To me, AI use in academia often feels like a shortcut people take because they do not want to put in the effort to do it the long way. Dinsmore & Fryer (2026) remind us that LLMs are essentially “very powerful prediction tools” that are passed off as actual intelligence. They point out that for inexperienced LLM users, outsourcing tasks such as summarization could hinder their own skill development. You can’t skip the basics and expect to be an expert in your field using AI as a shortcut.

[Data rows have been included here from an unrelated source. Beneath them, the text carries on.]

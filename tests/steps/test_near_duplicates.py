"""Tests for the ``near_duplicates`` step: accounting, keep/conflict policies, action mark, the
splitter's cluster links, determinism, config errors, and the leakage audit.

References: the exhaustive all-pairs method (prep.neardup.exhaustive) as the oracle for the
clusters, and plain-Python counting for the audit."""

from __future__ import annotations

import random

import polars as pl
import pytest

from prep.config import ConfigError, build
from prep.errors import DataError
from prep.ledger import Reason
from prep.neardup import Settings
from prep.neardup.audit import leakage_audit
from prep.split import assign_splits, split_tables
from prep.steps.near_duplicates import CLUSTER_COLUMN, CLUSTER_SCHEMA, Config, apply

BASE = "my scooter will not unlock at the central station dock and the app shows an error"


def run(table, ctx, **config):
    return apply(table, build(Config, config, "near_duplicates"), ctx)


def assert_accounted(table, result, ledger):
    out_ids = result.get_column("row_id").to_list()
    led_ids = ledger.get_column("row_id").to_list()
    assert sorted(out_ids + led_ids) == sorted(table.get_column("row_id").to_list())
    assert len(set(out_ids + led_ids)) == table.height
    order = {r: i for i, r in enumerate(table.get_column("row_id").to_list())}
    assert [order[r] for r in out_ids] == sorted(order[r] for r in out_ids)


def rows():
    return [
        {"title": "Scooter locked", "body": BASE, "label": "Unlock", "opened": "2025-01-03"},
        {"title": "Refund", "body": "please refund the double charge on my card from tuesday", "label": "Billing", "opened": "2025-01-01"},
        {"title": "Re: Scooter locked", "body": BASE + " sent from my phone", "label": "Unlock", "opened": "2025-01-02"},
        {"title": None, "body": None, "label": "Unlock", "opened": None},
        {"title": "Scooter locked!", "body": BASE.replace("central", "céntral"), "label": "Unlock", "opened": "2025-01-05"},
        {"title": "Helmet", "body": "i left my helmet on the bike near the river, was it found", "label": "Lost", "opened": "2025-01-04"},
    ]


def test_set_aside_keeps_first_and_accounts_every_row(make_table, make_ctx):
    table = make_table(rows())
    ctx = make_ctx("near_duplicates")
    result = run(table, ctx)
    ledger = ctx.ledger.frame()
    assert_accounted(table, result, ledger)
    assert result.get_column("row_id").to_list() == ["t:0", "t:1", "t:3", "t:5"]
    assert ledger.get_column("reason").unique().to_list() == [Reason.NEAR_DUPLICATE.value]
    assert ledger.get_column("kept_row_id").to_list() == ["t:0", "t:0"]
    sims = ledger.get_column("similarity").to_list()
    assert all(0.8 <= s < 1.0 for s in sims)
    assert result.get_column(CLUSTER_COLUMN).to_list() == ["near:0", None, None, None]
    clusters = ctx.outputs["near_duplicate_clusters"]
    assert clusters.schema == pl.Schema(CLUSTER_SCHEMA)
    assert clusters.get_column("row_id").to_list() == ["t:0", "t:2", "t:4"]
    assert clusters.get_column("kept").to_list() == [True, False, False]
    f = ctx.facts
    assert (f["clusters"], f["rows_in_clusters"], f["rows_set_aside"], f["label_conflicts"]) == (1, 3, 2, 0)
    assert (f["bands"], f["rows"]) == (21, 6)
    assert f["expected_recall_at_threshold"] >= 0.99
    assert f["cluster_sizes"] == [{"size": 3, "clusters": 1}]
    # No text values in the facts or the ledger details (personal data rule).
    assert "scooter" not in str(f).lower() and "scooter" not in str(ledger.get_column("detail").to_list()).lower()


@pytest.mark.parametrize("keep, time_column, kept", [
    ("earliest", "opened", "t:2"), ("latest", "opened", "t:4"), ("longest", None, "t:2"), ("first", None, "t:0"),
])
def test_keep_policies(make_table, make_ctx, keep, time_column, kept):
    ctx = make_ctx("near_duplicates")
    config = {"keep": keep} | ({"time_column": time_column} if time_column else {})
    result = run(make_table(rows()), ctx, **config)
    assert kept in result.get_column("row_id").to_list()
    assert set(ctx.ledger.frame().get_column("kept_row_id").to_list()) == {kept}


def test_action_mark_keeps_every_row_and_splitter_keeps_clusters_together(make_table, make_ctx):
    rng = random.Random(2)
    data = []
    for c in range(40):  # 40 clusters of 3 near copies, plus 80 singletons, 4 classes
        words = " ".join(rng.choice("abcdefghij") * rng.randint(2, 6) for _ in range(15))
        for v in range(3):
            data.append({"title": f"c{c}", "body": words + (" x" * v), "label": f"k{c % 4}"})
    for s in range(80):
        data.append({"title": f"s{s}", "body": " ".join(rng.choice("klmnopqrst") * 5 for _ in range(10)) + f" {s}", "label": f"k{s % 4}"})
    table = make_table(data)
    ctx = make_ctx("near_duplicates")
    result = run(table, ctx, action="mark", columns=["body"])
    assert result.height == table.height and ctx.ledger.frame().height == 0
    assert ctx.facts["clusters"] >= 40
    for group in (None, "title"):
        split = assign_splits(result, fractions={"train": 0.6, "validation": 0.2, "test": 0.2}, seed=1,
                              stratify="label", group=group, links=(CLUSTER_COLUMN,))
        tagged = result.with_columns(split.assignment)
        spans = tagged.filter(pl.col(CLUSTER_COLUMN).is_not_null()).group_by(CLUSTER_COLUMN).agg(pl.col("split").n_unique())
        assert spans.get_column("split").max() == 1
        assert set(split.assignment.unique().to_list()) == {"train", "validation", "test"}
        # Every row in exactly one split.
        parts = split_tables(result, split)
        assert sum(p.height for p in parts.values()) == result.height


def test_links_combine_with_user_groups(make_table):
    # Rows 0-1 share a group, rows 1-2 share a cluster: all three must land together.
    table = make_table([{"g": "a", "_cluster": None}, {"g": "a", "_cluster": "near:0"}, {"g": None, "_cluster": "near:0"}]
                       + [{"g": None, "_cluster": None} for _ in range(30)])
    for seed in range(20):
        split = assign_splits(table, fractions={"train": 0.5, "validation": 0.25, "test": 0.25}, seed=seed,
                              stratify=None, group="g", links=("_cluster",))
        assert split.assignment[:3].n_unique() == 1


def test_conflicts_follow_the_exact_duplicate_policies(make_table, make_ctx):
    data = rows()
    data[2]["label"] = "Billing"  # cluster {0: Unlock, 2: Billing, 4: Unlock}
    ctx = make_ctx("near_duplicates")
    run(make_table(data), ctx, conflicts="majority")
    assert ctx.facts["label_conflicts"] == 1
    assert ctx.ledger.frame().get_column("kept_row_id").to_list() == ["t:0", "t:0"]
    ctx = make_ctx("near_duplicates")
    run(make_table(data), ctx, conflicts="set_aside")
    assert ctx.ledger.frame().get_column("reason").to_list() == ["label_conflict"] * 3
    data[4]["label"] = "Lost"  # three labels, tied counts: majority sets the whole cluster aside
    ctx = make_ctx("near_duplicates")
    run(make_table(data), ctx, conflicts="majority")
    assert ctx.ledger.frame().get_column("reason").to_list() == ["label_conflict"] * 3


def test_exhaustive_method_agrees_and_reruns_are_identical(make_table, make_ctx):
    outs = []
    for method in ("minhash_lsh", "exhaustive", "minhash_lsh"):
        ctx = make_ctx("near_duplicates")
        result = run(make_table(rows()), ctx, method=method)
        outs.append((result, ctx.ledger.frame(), ctx.outputs["near_duplicate_clusters"]))
    for a, b in zip(outs[0], outs[1]):
        assert a.equals(b)
    for a, b in zip(outs[0], outs[2]):
        assert a.equals(b)


def test_exhaustive_refuses_large_tables(make_table, make_ctx, monkeypatch):
    import prep.steps.near_duplicates as step

    monkeypatch.setattr(step, "EXHAUSTIVE_MAX_ROWS", 3)
    with pytest.raises(DataError, match="at most 3 rows"):
        run(make_table(rows()), make_ctx("near_duplicates"), method="exhaustive")


@pytest.mark.parametrize("config, key", [
    ({"threshold": 0}, "threshold"), ({"threshold": 1.5}, "threshold"), ({"bands": 4}, "rows"),
    ({"bands": 40, "rows": 5}, "bands"), ({"keep": "latest"}, "time_column"), ({"n": 0}, "n"),
    ({"shingles": "token"}, "shingles"), ({"columns": []}, "columns"),
])
def test_config_errors_name_the_key(config, key):
    with pytest.raises(ConfigError) as info:
        build(Config, config, "near_duplicates")
    assert info.value.path.endswith(key)


def _reference_audit(splits, threshold=0.8, n=5):
    """Plain Python: every row pair across splits, Jaccard of character 5-gram sets."""
    import re

    def grams(text):
        text = re.sub(r"\s+", " ", re.sub(r"[^\w\s]", " ", text.lower())).strip()
        return {text[i:i + n] for i in range(len(text) - n + 1)} if len(text) >= n else ({text} if text else set())

    sets = {k: [grams(" ".join(r)) for r in f.iter_rows()] for k, f in splits.items()}

    def near(a, b):
        return bool(a | b) and len(a & b) / len(a | b) >= threshold

    def pairs(x, y):
        return sum(near(a, b) for a in sets[x] for b in sets[y])

    rows_v = sum(any(near(a, b) for b in sets["train"]) for a in sets["validation"])
    rows_t = sum(any(near(a, b) for b in sets["train"] + sets["validation"]) for a in sets["test"])
    return {"validation~train": pairs("validation", "train"), "test~train": pairs("test", "train"),
            "test~validation": pairs("test", "validation")}, {"validation": rows_v, "test": rows_t}


def test_leakage_audit_counts_cross_split_pairs():
    near = BASE + " sent from my phone"
    splits = {
        "train": pl.DataFrame({"title": ["a", "b", "q"], "body": [BASE, BASE, near]}),
        "validation": pl.DataFrame({"title": ["a", "r"], "body": [BASE, "nothing alike at all here"]}),
        "test": pl.DataFrame({"title": ["a", "zz", "a"], "body": [near, "unrelated words about a refund", BASE]}),
    }
    audit = leakage_audit(splits, ["title", "body"], Settings())
    pairs, rows = _reference_audit(splits)
    assert audit["pairs"] == pairs and audit["rows"] == rows
    assert pairs["test~train"] >= 2 and rows["test"] == 2
    clean = {"train": splits["train"], "validation": splits["validation"][1:], "test": splits["test"][1:2]}
    assert leakage_audit(clean, ["title", "body"], Settings())["pairs"] == {"validation~train": 0, "test~train": 0, "test~validation": 0}
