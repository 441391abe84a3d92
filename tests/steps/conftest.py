"""Shared fixtures for step tests: a canonical table and a StepContext.

Fixtures (both are factories, so a test can build several tables/contexts)::

    make_table(rows, *, columns=None, source="t") -> pl.DataFrame
        Adds ``row_id`` "t:i", ``source`` "t", ``source_row`` i (Int64, 0-based) in front
        of the given columns, as the reader does. Every other column is String
        (nullable); a key missing from a row is null. ``columns`` fixes the column
        order (and allows an empty table); by default it is the keys in first-seen order.

    make_ctx(step_name, **overrides) -> StepContext
        Ledger(), label="label", text=("title", "body"),
        split_fractions {"train": .8, "validation": .1, "test": .1},
        pipeline_dir=tmp_path, seed=0. Any StepContext field can be overridden.
"""

from __future__ import annotations

from collections.abc import Callable, Sequence
from pathlib import Path
from typing import Any

import polars as pl
import pytest

from prep.ledger import Ledger
from prep.steps.base import StepContext

PROVENANCE_SCHEMA = {"row_id": pl.String(), "source": pl.String(), "source_row": pl.Int64()}


def build_table(
    rows: Sequence[dict[str, str | None]],
    *,
    columns: Sequence[str] | None = None,
    source: str = "t",
) -> pl.DataFrame:
    """A canonical table from plain dicts (values must be str or None)."""
    if columns is None:
        seen: dict[str, None] = {}
        for row in rows:
            for key in row:
                seen.setdefault(key, None)
        columns = list(seen)
    for i, row in enumerate(rows):
        for key, value in row.items():
            if value is not None and not isinstance(value, str):
                raise TypeError(f"make_table: row {i}, column {key!r} must be str or None, got {type(value).__name__}")
            if key not in columns:
                raise KeyError(f"make_table: row {i} has column {key!r} not in columns={list(columns)}")
    n = len(rows)
    data: dict[str, list[Any]] = {
        "row_id": [f"{source}:{i}" for i in range(n)],
        "source": [source] * n,
        "source_row": list(range(n)),
    }
    schema: dict[str, pl.DataType] = dict(PROVENANCE_SCHEMA)
    for col in columns:
        data[col] = [row.get(col) for row in rows]
        schema[col] = pl.String()
    return pl.DataFrame(data, schema=schema)


def build_ctx(step_name: str, pipeline_dir: Path, **overrides: Any) -> StepContext:
    """A StepContext with the project's usual test defaults; keyword overrides win."""
    kwargs: dict[str, Any] = {
        "step": step_name,
        "label": "label",
        "text": ("title", "body"),
        "ledger": Ledger(),
        "split_fractions": {"train": 0.8, "validation": 0.1, "test": 0.1},
        "pipeline_dir": pipeline_dir,
        "seed": 0,
    }
    kwargs.update(overrides)
    return StepContext(**kwargs)


@pytest.fixture
def make_table() -> Callable[..., pl.DataFrame]:
    return build_table


@pytest.fixture
def make_ctx(tmp_path: Path) -> Callable[..., StepContext]:
    def _make_ctx(step_name: str, **overrides: Any) -> StepContext:
        pipeline_dir = overrides.pop("pipeline_dir", tmp_path)
        return build_ctx(step_name, pipeline_dir, **overrides)

    return _make_ctx
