"""Tests of the suspect_labels step (confident learning).

References: the definitions of Northcutt, Jiang, Chuang, "Confident Learning: Estimating
Uncertainty in Dataset Labels", JAIR 70 (2021): per-class threshold = mean self-confidence (eq. 2),
confident joint (eq. 1), calibration to the given-label counts (eq. 3); from the paper, worked by
hand below. All texts are invented.
"""

from __future__ import annotations

import random

import numpy as np
import polars as pl
import pytest

from prep.steps import suspect_labels
from prep.steps.suspect_labels import Config, apply_splits, confident_learning


def test_confident_joint_by_hand():
    # Three classes, six rows. Given labels and out-of-sample probabilities:
    given = np.array([0, 0, 0, 1, 1, 2])
    probs = np.array([
        [0.9, 0.1, 0.0],   # row 0
        [0.7, 0.2, 0.1],   # row 1
        [0.2, 0.8, 0.0],   # row 2: given 0, looks like 1
        [0.1, 0.8, 0.1],   # row 3
        [0.3, 0.6, 0.1],   # row 4
        [0.1, 0.2, 0.7],   # row 5
    ])
    # Thresholds (eq. 2): t0 = (0.9 + 0.7 + 0.2) / 3 = 0.6, t1 = (0.8 + 0.6) / 2 = 0.7, t2 = 0.7.
    # Classes at or above threshold, then the most probable of them (eq. 1):
    #   row 0: {0} -> 0; row 1: {0} -> 0; row 2: {1} -> 1; row 3: {1} -> 1;
    #   row 4: {} (0.3 < 0.6, 0.6 < 0.7, 0.1 < 0.7) -> not counted; row 5: {2} -> 2.
    cl = confident_learning(given, probs)
    assert cl.thresholds == pytest.approx([0.6, 0.7, 0.7])
    assert cl.joint.tolist() == [[2, 1, 0], [0, 1, 0], [0, 0, 1]]
    assert cl.suggested.tolist() == [0, 0, 1, 1, -1, 2]
    # Calibration (eq. 3): each row of the joint scaled to the number of rows given that label:
    # row 0 sums to 3 -> unchanged; row 1 sums to 1 but 2 rows are labelled 1 -> [0, 2, 0].
    np.testing.assert_allclose(cl.calibrated, [[2, 1, 0], [0, 2, 0], [0, 0, 1]])


def test_a_class_without_rows_never_becomes_a_suggestion():
    given = np.array([0, 0, 1])
    probs = np.array([[0.5, 0.1, 0.4], [0.6, 0.1, 0.3], [0.1, 0.8, 0.1]])
    cl = confident_learning(given, probs)
    assert np.isinf(cl.thresholds[2])
    assert (cl.suggested != 2).all()


VOCABULARY = {
    "Billing": "invoice charge refund payment receipt card fee price overcharged euro",
    "Unlock & Docking": "dock unlock station bike scooter stuck lock bay handlebar latch",
    "App & Login": "password login app crash screen account email code verify update",
}


def _tickets(per_class: int, seed: int) -> tuple[pl.DataFrame, set[str]]:
    """Well-separated invented tickets (each class its own words); 2 labels per class flipped."""
    rng = random.Random(seed)
    rows, flipped = [], set()
    classes = list(VOCABULARY)
    for c, klass in enumerate(classes):
        words = VOCABULARY[klass].split()
        for i in range(per_class):
            body = " ".join(rng.choice(words) for _ in range(12))
            row_id = f"t:{c * per_class + i}"
            label = klass
            if i < 2:
                label = classes[(c + 1) % len(classes)]
                flipped.add(row_id)
            rows.append({"row_id": row_id, "source": "t", "source_row": c * per_class + i,
                         "title": None, "body": body, "label": label})
    frame = pl.DataFrame(rows, schema={"row_id": pl.String, "source": pl.String, "source_row": pl.Int64,
                                       "title": pl.String, "body": pl.String, "label": pl.String})
    return frame, flipped


def _splits(train: pl.DataFrame) -> dict[str, pl.DataFrame]:
    return {"train": train, "validation": train.clear(), "test": train.clear()}


@pytest.mark.parametrize("seed", [0, 1])
def test_exactly_the_flipped_rows_are_flagged(make_ctx, seed):
    train, flipped = _tickets(40, seed)
    ctx = make_ctx("suspect_labels", seed=seed)
    out = apply_splits(_splits(train), Config(), ctx)
    suspects = ctx.outputs["suspect_labels"]
    assert set(suspects.get_column("row_id").to_list()) == flipped
    assert ctx.facts["flagged"] == len(flipped)
    # The suggestion is the class whose words the text uses.
    truth = {r: k for r, k in zip(train["row_id"], [list(VOCABULARY)[i // 40] for i in range(train.height)])}
    assert all(truth[r] == s for r, s in zip(suspects["row_id"], suspects["suggested_label"]))
    # Ranked by margin, and report-only changes nothing.
    margins = suspects.get_column("margin").to_list()
    assert margins == sorted(margins, reverse=True)
    assert out["train"].equals(train)
    assert len(ctx.ledger) == 0
    assert suspects.columns == ["row_id", "source", "source_row", "given_label", "suggested_label", "confidence", "margin"]
    assert sum(n["rows"] for n in ctx.facts["noise"]) == len(flipped)


def test_set_aside_policy_moves_confident_suspects_to_the_ledger(make_ctx):
    train, flipped = _tickets(40, 3)
    ctx = make_ctx("suspect_labels")
    out = apply_splits(_splits(train), Config(policy="set_aside", min_confidence=0.0), ctx)
    ledger = ctx.ledger.frame()
    assert set(ledger.get_column("row_id").to_list()) == flipped
    assert set(ledger.get_column("reason").to_list()) == {"suspect_label"}
    # Every row exactly once: in train or in the ledger; labels of kept rows untouched.
    kept = set(out["train"].get_column("row_id").to_list())
    assert kept | flipped == set(train.get_column("row_id").to_list()) and not kept & flipped
    assert out["train"].equals(train.filter(~pl.col("row_id").is_in(list(flipped))))
    # No text in the ledger.
    assert not any(w in (ledger.get_column("detail")[0] or "") for w in VOCABULARY["Billing"].split())


def test_set_aside_above_an_unreachable_confidence_keeps_every_row(make_ctx):
    train, _ = _tickets(30, 4)
    ctx = make_ctx("suspect_labels")
    out = apply_splits(_splits(train), Config(policy="set_aside", min_confidence=1.0), ctx)
    assert out["train"].height + len(ctx.ledger) == train.height


def test_same_input_same_output(make_ctx):
    train, _ = _tickets(30, 5)
    a, b = make_ctx("suspect_labels"), make_ctx("suspect_labels")
    apply_splits(_splits(train), Config(), a)
    apply_splits(_splits(train), Config(), b)
    assert a.outputs["suspect_labels"].equals(b.outputs["suspect_labels"])
    assert a.facts == b.facts


def test_one_class_is_skipped(make_ctx):
    train, _ = _tickets(10, 6)
    train = train.with_columns(pl.lit("Billing").alias("label"))
    ctx = make_ctx("suspect_labels")
    out = apply_splits(_splits(train), Config(), ctx)
    assert out["train"].equals(train) and ctx.facts["flagged"] == 0 and "skipped" in ctx.facts


def test_config_checks():
    from prep.config import ConfigValueError

    with pytest.raises(ConfigValueError):
        Config(folds=1).check()
    with pytest.raises(ConfigValueError):
        Config(min_confidence=1.5).check()
    assert suspect_labels.PHASE == "splits"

Data collection is another troubling aspect of LLMs. Most AI tools use your personal chats to train their models by default, and opting out is difficult because the option is hidden in settings. This is concerning to me because many people seem to have grown accustomed to talking to LLMs as if they have intelligence, or even using them as a therapist or a method of coping with their traumas. This data feels highly personal, and I think using it to train LLMs could have some negative implications. Overall, I think AI can be a useful tool, but copy/pasting whatever jargon the LLM outputs for you is not the most effective way to utilize LLMs.
Source: Dinsmore, Dan L., and Luke K. Fryer. “What Does Current GenAI Actually Mean for Student Learning?” Learning and Individual Differences, vol. 125, Jan. 2026, p. 102834, https://doi.org/10.1016/j.lindif.2025.102834.
this is great I like this
AI is realistically a big shortcut in everything. People don’t want to write, look things up, and learn.